Task brief:
From the first line through the one containing "b.model->loads.test_pressure = 0.2e6;", restate the listing word for word, and give no other lines.

---

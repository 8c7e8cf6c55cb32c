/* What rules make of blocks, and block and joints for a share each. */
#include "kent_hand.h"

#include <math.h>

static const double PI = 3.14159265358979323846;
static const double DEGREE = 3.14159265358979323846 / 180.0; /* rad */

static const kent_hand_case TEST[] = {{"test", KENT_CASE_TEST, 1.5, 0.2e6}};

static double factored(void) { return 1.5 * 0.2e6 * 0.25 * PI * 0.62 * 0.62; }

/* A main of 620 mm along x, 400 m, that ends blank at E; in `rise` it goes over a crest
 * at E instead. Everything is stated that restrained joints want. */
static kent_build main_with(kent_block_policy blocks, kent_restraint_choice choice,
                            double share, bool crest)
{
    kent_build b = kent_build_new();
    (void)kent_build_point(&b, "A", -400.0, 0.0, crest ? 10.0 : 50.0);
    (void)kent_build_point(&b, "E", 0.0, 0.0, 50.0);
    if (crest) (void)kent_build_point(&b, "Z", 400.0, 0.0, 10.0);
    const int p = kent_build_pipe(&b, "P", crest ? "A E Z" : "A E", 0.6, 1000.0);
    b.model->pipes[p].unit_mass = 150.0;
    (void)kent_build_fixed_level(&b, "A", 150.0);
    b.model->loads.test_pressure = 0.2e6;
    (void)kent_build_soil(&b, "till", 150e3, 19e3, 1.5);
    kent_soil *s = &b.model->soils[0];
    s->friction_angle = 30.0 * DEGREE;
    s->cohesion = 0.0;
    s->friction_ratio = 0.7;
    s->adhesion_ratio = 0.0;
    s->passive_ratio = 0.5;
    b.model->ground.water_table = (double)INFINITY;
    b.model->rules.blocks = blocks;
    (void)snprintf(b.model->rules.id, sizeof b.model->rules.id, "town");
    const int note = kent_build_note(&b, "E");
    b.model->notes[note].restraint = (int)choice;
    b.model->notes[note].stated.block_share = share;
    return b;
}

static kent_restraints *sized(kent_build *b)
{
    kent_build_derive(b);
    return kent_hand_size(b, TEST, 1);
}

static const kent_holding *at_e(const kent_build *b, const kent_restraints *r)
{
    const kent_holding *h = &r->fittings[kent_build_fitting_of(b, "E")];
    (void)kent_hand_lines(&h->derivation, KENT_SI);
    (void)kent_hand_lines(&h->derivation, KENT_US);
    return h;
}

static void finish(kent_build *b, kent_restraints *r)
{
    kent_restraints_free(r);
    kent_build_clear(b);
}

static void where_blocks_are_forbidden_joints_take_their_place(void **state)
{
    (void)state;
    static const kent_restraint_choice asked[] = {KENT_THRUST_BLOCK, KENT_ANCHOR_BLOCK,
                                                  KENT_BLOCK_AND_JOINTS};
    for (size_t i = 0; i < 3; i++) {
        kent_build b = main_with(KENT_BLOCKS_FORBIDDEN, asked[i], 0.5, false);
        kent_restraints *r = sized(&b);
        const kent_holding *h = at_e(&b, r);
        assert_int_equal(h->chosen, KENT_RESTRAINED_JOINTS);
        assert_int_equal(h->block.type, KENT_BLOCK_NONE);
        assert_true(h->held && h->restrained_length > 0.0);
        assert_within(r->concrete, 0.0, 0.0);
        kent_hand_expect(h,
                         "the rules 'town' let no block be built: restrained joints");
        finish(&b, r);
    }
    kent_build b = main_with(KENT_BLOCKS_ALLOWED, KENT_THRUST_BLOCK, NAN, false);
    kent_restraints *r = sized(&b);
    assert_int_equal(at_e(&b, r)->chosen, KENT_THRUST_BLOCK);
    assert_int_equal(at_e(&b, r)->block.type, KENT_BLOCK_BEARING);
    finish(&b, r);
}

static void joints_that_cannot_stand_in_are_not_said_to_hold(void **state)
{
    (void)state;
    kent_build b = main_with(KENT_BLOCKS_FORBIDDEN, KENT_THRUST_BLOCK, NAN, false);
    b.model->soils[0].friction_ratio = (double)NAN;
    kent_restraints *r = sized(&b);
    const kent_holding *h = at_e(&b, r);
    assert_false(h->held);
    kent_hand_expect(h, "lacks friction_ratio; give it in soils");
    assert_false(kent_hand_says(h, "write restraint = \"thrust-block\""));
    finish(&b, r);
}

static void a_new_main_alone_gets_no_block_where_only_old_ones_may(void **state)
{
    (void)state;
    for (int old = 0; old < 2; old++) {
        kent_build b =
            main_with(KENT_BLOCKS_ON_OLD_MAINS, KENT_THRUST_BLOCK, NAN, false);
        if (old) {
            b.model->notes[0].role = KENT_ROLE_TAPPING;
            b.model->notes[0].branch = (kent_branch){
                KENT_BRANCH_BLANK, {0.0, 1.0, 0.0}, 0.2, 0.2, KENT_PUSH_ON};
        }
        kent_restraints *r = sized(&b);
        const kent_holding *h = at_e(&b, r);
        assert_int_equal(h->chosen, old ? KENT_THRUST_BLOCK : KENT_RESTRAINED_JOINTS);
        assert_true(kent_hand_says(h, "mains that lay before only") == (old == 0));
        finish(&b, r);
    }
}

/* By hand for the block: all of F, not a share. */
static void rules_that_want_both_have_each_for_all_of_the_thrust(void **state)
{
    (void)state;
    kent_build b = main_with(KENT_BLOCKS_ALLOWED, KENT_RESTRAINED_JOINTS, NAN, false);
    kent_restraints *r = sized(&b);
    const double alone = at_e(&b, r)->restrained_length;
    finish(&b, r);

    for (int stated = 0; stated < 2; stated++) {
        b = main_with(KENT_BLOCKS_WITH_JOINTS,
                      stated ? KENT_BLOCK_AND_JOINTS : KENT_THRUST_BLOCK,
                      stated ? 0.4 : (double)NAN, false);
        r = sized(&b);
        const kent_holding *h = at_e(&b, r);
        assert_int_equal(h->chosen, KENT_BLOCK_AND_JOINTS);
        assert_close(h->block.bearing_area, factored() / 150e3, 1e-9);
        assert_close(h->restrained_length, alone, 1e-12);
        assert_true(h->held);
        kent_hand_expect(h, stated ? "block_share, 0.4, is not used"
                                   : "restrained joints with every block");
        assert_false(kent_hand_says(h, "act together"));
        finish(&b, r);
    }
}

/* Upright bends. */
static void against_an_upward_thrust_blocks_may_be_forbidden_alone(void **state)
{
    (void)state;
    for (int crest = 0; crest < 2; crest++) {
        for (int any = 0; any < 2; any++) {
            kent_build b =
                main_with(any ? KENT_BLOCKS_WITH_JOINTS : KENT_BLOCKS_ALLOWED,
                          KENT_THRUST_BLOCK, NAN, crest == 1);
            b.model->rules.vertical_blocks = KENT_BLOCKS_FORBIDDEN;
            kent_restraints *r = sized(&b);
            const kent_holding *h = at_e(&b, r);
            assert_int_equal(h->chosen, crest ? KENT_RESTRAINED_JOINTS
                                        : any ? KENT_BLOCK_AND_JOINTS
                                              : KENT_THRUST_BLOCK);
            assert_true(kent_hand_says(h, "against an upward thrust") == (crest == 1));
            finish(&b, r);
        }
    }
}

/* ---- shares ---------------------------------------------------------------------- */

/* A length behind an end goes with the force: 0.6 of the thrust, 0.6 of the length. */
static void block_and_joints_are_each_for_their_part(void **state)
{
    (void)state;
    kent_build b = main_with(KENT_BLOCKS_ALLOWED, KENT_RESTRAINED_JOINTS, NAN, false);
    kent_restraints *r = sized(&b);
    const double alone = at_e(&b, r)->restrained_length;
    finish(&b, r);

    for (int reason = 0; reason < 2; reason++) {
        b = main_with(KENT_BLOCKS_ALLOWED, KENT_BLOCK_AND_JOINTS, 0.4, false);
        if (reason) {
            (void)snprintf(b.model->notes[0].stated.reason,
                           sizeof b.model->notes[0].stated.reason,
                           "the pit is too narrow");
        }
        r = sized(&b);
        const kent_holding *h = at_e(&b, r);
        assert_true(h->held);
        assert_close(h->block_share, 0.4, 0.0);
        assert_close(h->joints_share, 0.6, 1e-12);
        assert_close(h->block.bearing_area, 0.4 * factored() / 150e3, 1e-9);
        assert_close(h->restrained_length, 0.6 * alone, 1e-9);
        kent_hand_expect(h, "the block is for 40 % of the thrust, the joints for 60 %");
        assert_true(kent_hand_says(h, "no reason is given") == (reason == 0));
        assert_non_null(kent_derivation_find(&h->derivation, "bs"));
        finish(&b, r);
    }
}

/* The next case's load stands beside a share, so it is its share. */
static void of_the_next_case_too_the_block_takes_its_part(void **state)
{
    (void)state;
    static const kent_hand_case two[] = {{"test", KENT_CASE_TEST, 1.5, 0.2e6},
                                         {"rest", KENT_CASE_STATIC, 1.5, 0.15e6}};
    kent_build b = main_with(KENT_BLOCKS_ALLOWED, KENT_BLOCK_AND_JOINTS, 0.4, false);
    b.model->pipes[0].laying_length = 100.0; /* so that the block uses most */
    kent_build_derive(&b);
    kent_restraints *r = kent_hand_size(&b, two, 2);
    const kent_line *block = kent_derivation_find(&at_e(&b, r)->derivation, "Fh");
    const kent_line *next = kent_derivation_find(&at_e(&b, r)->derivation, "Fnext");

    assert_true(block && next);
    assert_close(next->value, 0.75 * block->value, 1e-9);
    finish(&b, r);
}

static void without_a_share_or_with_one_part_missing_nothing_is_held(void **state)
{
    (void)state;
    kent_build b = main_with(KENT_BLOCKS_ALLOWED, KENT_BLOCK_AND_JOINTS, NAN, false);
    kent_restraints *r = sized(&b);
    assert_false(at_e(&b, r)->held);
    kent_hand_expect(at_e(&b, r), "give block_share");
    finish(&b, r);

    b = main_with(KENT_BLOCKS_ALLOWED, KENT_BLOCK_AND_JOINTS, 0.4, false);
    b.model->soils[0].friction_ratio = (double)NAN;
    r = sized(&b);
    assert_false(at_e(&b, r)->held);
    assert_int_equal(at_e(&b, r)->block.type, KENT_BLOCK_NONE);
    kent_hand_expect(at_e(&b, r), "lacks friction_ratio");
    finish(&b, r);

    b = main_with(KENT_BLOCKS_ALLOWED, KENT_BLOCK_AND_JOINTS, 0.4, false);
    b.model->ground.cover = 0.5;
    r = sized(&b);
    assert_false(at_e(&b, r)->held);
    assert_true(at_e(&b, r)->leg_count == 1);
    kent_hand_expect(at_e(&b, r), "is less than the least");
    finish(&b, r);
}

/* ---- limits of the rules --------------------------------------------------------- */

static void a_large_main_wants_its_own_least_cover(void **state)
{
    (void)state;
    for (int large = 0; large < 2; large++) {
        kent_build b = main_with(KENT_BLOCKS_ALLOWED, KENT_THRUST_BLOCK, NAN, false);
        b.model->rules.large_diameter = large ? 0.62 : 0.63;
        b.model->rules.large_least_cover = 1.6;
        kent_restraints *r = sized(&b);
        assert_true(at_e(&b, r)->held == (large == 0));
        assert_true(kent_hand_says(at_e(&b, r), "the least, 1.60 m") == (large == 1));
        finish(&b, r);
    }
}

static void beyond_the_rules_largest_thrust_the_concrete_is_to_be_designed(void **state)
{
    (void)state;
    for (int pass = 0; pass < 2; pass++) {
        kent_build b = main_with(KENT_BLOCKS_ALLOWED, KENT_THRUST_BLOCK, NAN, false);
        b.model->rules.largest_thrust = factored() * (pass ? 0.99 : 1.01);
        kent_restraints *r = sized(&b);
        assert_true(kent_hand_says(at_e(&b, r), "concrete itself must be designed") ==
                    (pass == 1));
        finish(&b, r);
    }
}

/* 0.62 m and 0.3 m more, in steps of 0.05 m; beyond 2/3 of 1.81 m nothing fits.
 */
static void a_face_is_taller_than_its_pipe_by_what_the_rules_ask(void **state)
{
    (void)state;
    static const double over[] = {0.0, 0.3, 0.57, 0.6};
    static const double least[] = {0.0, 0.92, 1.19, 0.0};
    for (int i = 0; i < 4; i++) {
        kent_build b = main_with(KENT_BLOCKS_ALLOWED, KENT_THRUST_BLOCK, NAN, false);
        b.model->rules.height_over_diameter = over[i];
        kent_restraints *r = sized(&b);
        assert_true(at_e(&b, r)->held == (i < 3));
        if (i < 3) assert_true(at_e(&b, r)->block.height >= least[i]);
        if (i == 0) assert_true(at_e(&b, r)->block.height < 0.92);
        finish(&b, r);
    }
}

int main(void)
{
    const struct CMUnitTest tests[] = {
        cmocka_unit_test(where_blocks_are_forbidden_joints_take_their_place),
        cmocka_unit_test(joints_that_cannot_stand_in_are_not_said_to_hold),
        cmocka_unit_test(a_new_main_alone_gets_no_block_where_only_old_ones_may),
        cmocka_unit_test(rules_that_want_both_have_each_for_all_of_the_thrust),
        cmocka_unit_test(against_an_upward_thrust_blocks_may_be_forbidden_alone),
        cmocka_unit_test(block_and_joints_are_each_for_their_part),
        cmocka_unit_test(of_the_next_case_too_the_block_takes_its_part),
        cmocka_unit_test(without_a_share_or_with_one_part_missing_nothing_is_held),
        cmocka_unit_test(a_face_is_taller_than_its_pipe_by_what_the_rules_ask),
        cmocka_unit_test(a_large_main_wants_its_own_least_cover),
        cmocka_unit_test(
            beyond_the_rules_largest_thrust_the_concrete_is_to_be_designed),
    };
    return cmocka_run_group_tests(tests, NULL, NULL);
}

---

Task solution:
repository 8c7e8cf6c55cb32c
/* What rules make of blocks, and block and joints for a share each. */
#include "kent_hand.h"

#include <math.h>

static const double PI = 3.14159265358979323846;
static const double DEGREE = 3.14159265358979323846 / 180.0; /* rad */

static const kent_hand_case TEST[] = {{"test", KENT_CASE_TEST, 1.5, 0.2e6}};

static double factored(void) { return 1.5 * 0.2e6 * 0.25 * PI * 0.62 * 0.62; }

/* A main of 620 mm along x, 400 m, that ends blank at E; in `rise` it goes over a crest
 * at E instead. Everything is stated that restrained joints want. */
static kent_build main_with(kent_block_policy blocks, kent_restraint_choice choice,
                            double share, bool crest)
{
    kent_build b = kent_build_new();
    (void)kent_build_point(&b, "A", -400.0, 0.0, crest ? 10.0 : 50.0);
    (void)kent_build_point(&b, "E", 0.0, 0.0, 50.0);
    if (crest) (void)kent_build_point(&b, "Z", 400.0, 0.0, 10.0);
    const int p = kent_build_pipe(&b, "P", crest ? "A E Z" : "A E", 0.6, 1000.0);
    b.model->pipes[p].unit_mass = 150.0;
    (void)kent_build_fixed_level(&b, "A", 150.0);
    b.model->loads.test_pressure = 0.2e6;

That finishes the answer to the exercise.